Ziad Abou Eïn, 55 ans, ancien vice-ministre encore communément appelé ministre, figure éminente et populaire du parti nationaliste laïque Fatah et ancien prisonnier des Israéliens, est mort mercredi alors qu’il participait à une manifestation qui se voulait pacifique contre la colonisation israélienne près d’un village de Cisjordanie occupée. Le porte-parole du gouvernement palestinien Ehab Bessaiso, se fondant sur l’autopsie, a parlé de « meurtre » dont Israël est tenu pour « entièrement responsable ». Sur la foi de la même autopsie, Israël évoque un accident cardiaque peut-être causé par le stress chez un homme ayant déjà des antécédents, mais s’est employé à l’apaisement. Le ministre israélien de la Défense, Moshé Yaalon, a dit « regretter » la mort du responsable palestinien tandis que le Premier ministre Benjamin Netanyahu a adressé à l’Autorité palestinienne un message assurant qu’Israël mènerait l’enquête sur son décès.

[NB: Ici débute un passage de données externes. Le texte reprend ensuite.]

"""Synaptic scaling: silence, a spike, ratios, bounds, places."""

from __future__ import annotations

import math

import numpy as np
import pytest

from plastic import impose
from plastic.engine.learning import Learner
from plastic.rules.synaptic_scaling import SynapticScaling

HOUR = 3_600_000.0  # ms
FAST = SynapticScaling(beta=0.02, gamma=0.001, tau=2000, a_goal=8)


def weight_after(rule: SynapticScaling, silence: float) -> float:
    return float(impose(rule, [], [], end=silence, compiled=False).w[0, -1])


def test_two_days_of_silence_double_every_input() -> None:
    """Turrigiano et al. 1998: about twofold after 48 h (from memory, mid); our default rate."""
    assert weight_after(SynapticScaling(), 48 * HOUR) == pytest.approx(2.0, rel=0.01)
    assert weight_after(SynapticScaling.from_set("two_days"), HOUR / 6) - 1 < 0.003


def test_silence_sums_what_is_missing_when_told_to() -> None:
    """Closed form: ln w = beta goal t + gamma goal t^2 / 2."""
    rule = SynapticScaling.from_set("van_rossum")
    t = 600.0
    expected = math.exp(4e-5 * 10 * t + 1e-7 * 10 * t**2 / 2)
    assert weight_after(rule, 1000 * t) == pytest.approx(expected, rel=1e-12)
    assert weight_after(SynapticScaling(beta=4e-5), 1000 * t) == pytest.approx(
        math.exp(4e-5 * 10 * t), rel=1e-12
    )


def test_a_spike_adds_one_over_tau_to_the_activity_and_nothing_else() -> None:
    assert SynapticScaling(tau=50_000).at_post() == {"a": pytest.approx(1 / 50)}


def test_steady_firing_is_measured_in_hertz() -> None:
    """Spikes every 50 ms for 20 tau: a averages 20 Hz, half a spike of ripple either side."""
    found = impose(FAST, [], np.arange(50.0, 40_001.0, 50), readings=[40_025.0], compiled=False)
    assert float(found.a[0, 0]) == pytest.approx(20.0, abs=0.5 / 2)


def test_any_quiet_gap_may_be_cut_anywhere() -> None:
    """The flow is exact: state after 7 s in one piece, in two, and in seven hundred."""
    ends = []
    for pieces in (1, 2, 700):
        state = {"w": 1.3, "a": 11.0, "missed": -4.0}
        for _ in range(pieces):
            for name, change in FAST.flow(7000.0 / pieces, **state).items():
                state[name] += change
        ends.append(list(state.values()))
    np.testing.assert_allclose(ends[1:], [ends[0]] * 2, rtol=1e-12)


def test_ratios_are_kept_up_and_down() -> None:
    """Four inputs of different strength, a burst, then silence: every one by the same factor."""
    learner, start = Learner(FAST, 4), np.array([0.2, 1.0, 1.7, 3.0])
    learner.per_input["w"][:] = start
    multiples = []
    for t in (*np.arange(10.0, 3000.0, 20.0), 25_000.0):
        learner.instant(float(t), pre=[1], post={0: 1.0})
        multiples.append(learner.per_input["w"] / start)
    np.testing.assert_allclose(multiples, np.array(multiples)[:, :1] * np.ones(4), rtol=1e-12)
    assert min(m[0] for m in multiples) < 0.9 < 1.1 < max(m[0] for m in multiples)


def test_presynaptic_spikes_do_not_matter() -> None:
    post = np.arange(0.0, 500.0, 10.0)
    alone, driven = (
        impose(FAST, {"input": pre}, post, readings=[600.0], compiled=False)
        for pre in ([], np.arange(0.0, 500.0, 7.0))
    )
    assert float(alone.w[0, 0]) == pytest.approx(float(driven.w[0, 0]), rel=1e-12)
    assert float(alone.w[0, 0]) != 1.0


def test_a_weight_stops_at_its_highest_and_comes_back() -> None:
    rule = SynapticScaling(beta=1, tau=100, w_max=1.5)
    post = np.arange(5000.0, 7000.0, 2.0)
    found = impose(rule, [], post, readings=[4999.0, 7000.0], compiled=False).w[0]
    assert float(found[0]) == 1.5
    assert float(found[1]) < 0.1


def test_an_endless_silence_at_the_strongest_is_no_overflow() -> None:
    strongest = SynapticScaling(beta=1, gamma=1)
    assert weight_after(strongest, 100 * HOUR) == strongest.w_max


def test_an_input_scales_by_the_spikes_that_arrive_where_it_lands() -> None:
    """Two inputs, at the soma and far out; every spike reaches the soma, none gets far."""
    learner = Learner(FAST, 2, site_of=[0, 1])
    for t in np.arange(0.0, 1000.0, 5.0):
        learner.instant(float(t), post={0: 1.0})
    near, far = learner.per_input["w"]
    assert near < 1.0 < far


def test_a_silent_baseline_moves_it_and_it_says_so() -> None:
    assert SynapticScaling.in_silence
    assert weight_after(SynapticScaling(), 1000.0) > 1.0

Dans un climat de tensions déjà vives depuis l’été, cet événement fait en effet redouter un nouvel accès de violences. L’armée israélienne a d’ailleurs annoncé avoir déployé en Cisjordanie deux bataillons de soldats et deux compagnies de gardefrontières. Le risque pourrait être particulièrement élevé ce vendredi, jour de la grande prière musulmane hebdomadaire. La mort de Ziad Abou Eïn a en outre immédiatement soulevé la question capitale de la poursuite de la coopération entre l’Autorité palestinienne et Israël en matière de sécurité. Les dirigeants palestiniens ont discuté d’une telle éventualité mercredi soir, a dit à l’AFP un responsable, Wassel Abou Youssef, selon qui une décision sera annoncée ce soir.